**WORK INSTRUCTION**:
Wherever the line with "const curvature = ((f2" sits in the listing below, transcribe from it up to and including the line with "const foreseen = f0", exactly, and leave the remaining lines out.

**DATA EXTRACT**:
#####
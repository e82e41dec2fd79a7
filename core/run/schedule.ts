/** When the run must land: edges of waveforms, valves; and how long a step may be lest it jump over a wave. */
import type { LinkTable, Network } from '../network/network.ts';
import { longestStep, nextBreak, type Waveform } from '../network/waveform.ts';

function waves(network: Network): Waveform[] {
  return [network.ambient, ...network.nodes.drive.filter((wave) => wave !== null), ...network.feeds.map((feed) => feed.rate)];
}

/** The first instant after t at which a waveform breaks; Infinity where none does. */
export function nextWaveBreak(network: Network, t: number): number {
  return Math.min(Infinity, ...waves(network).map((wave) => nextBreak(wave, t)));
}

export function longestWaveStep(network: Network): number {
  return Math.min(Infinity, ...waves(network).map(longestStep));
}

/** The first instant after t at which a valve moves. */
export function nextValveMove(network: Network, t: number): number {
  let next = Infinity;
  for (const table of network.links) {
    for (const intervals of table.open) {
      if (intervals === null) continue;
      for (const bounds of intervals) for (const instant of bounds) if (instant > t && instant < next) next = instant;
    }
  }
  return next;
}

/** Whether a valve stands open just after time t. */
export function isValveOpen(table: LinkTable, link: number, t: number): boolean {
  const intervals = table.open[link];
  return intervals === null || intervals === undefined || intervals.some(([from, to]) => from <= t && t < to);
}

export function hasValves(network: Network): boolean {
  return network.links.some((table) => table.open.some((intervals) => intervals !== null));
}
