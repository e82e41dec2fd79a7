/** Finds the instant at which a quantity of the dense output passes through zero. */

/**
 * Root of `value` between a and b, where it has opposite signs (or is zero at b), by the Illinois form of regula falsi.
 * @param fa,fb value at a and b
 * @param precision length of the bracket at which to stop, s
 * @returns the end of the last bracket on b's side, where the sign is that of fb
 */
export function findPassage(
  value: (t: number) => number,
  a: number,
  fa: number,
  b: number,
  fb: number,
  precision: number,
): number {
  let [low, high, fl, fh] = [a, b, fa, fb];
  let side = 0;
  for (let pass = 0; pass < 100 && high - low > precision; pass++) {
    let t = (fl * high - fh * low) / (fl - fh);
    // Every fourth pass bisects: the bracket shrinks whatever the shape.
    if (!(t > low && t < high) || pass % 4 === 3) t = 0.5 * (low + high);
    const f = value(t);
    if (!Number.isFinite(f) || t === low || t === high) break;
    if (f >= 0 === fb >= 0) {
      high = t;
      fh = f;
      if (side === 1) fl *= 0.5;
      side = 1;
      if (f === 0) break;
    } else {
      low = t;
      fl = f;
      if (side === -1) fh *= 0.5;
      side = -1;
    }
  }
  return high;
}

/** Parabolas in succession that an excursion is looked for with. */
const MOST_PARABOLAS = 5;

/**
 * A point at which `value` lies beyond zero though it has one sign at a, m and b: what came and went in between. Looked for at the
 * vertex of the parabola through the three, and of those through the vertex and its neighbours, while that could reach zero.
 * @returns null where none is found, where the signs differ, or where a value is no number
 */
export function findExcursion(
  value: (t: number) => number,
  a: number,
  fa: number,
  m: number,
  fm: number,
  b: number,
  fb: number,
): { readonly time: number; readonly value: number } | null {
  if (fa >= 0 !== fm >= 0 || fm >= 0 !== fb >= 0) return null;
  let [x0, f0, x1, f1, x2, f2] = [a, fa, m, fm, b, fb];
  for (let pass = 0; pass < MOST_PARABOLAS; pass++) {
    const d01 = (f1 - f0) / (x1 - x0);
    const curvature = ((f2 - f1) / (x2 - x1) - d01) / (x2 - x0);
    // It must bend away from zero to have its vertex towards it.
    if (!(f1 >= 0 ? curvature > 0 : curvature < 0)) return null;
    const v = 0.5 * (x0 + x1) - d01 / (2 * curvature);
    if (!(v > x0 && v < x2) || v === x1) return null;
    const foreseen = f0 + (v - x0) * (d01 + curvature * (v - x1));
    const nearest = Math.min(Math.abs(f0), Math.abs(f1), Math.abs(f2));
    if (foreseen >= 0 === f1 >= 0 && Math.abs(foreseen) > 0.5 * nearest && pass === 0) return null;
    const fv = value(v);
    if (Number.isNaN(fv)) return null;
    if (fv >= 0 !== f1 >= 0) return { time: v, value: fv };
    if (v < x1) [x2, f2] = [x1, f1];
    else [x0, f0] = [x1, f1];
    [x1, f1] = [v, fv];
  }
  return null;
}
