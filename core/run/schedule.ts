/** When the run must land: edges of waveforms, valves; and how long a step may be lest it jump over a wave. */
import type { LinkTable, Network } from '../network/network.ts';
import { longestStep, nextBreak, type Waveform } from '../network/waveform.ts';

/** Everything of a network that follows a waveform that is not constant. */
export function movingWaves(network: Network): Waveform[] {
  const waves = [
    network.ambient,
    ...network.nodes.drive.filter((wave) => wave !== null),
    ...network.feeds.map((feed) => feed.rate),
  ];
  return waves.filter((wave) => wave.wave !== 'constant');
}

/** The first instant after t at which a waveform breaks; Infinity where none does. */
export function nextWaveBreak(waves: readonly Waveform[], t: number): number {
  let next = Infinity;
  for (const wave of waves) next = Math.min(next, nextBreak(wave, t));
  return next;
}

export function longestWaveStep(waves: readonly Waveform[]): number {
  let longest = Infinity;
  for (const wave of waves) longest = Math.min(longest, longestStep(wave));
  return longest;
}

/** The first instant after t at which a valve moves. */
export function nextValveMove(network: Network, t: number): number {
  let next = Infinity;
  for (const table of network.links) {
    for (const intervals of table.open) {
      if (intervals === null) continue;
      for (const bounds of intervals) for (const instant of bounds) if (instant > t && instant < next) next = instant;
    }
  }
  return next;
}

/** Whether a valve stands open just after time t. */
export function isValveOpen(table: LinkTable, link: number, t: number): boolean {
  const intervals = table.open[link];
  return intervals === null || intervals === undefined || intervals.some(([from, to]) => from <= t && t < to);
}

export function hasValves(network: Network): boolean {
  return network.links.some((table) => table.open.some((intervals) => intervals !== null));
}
#####
**EXERCISE ANSWER**:
    const curvature = ((f2 - f1) / (x2 - x1) - d01) / (x2 - x0);
    // It must bend away from zero to have its vertex towards it.
    if (!(f1 >= 0 ? curvature > 0 : curvature < 0)) return null;
    const v = 0.5 * (x0 + x1) - d01 / (2 * curvature);
    if (!(v > x0 && v < x2) || v === x1) return null;
    const foreseen = f0 + (v - x0) * (d01 + curvature * (v - x1));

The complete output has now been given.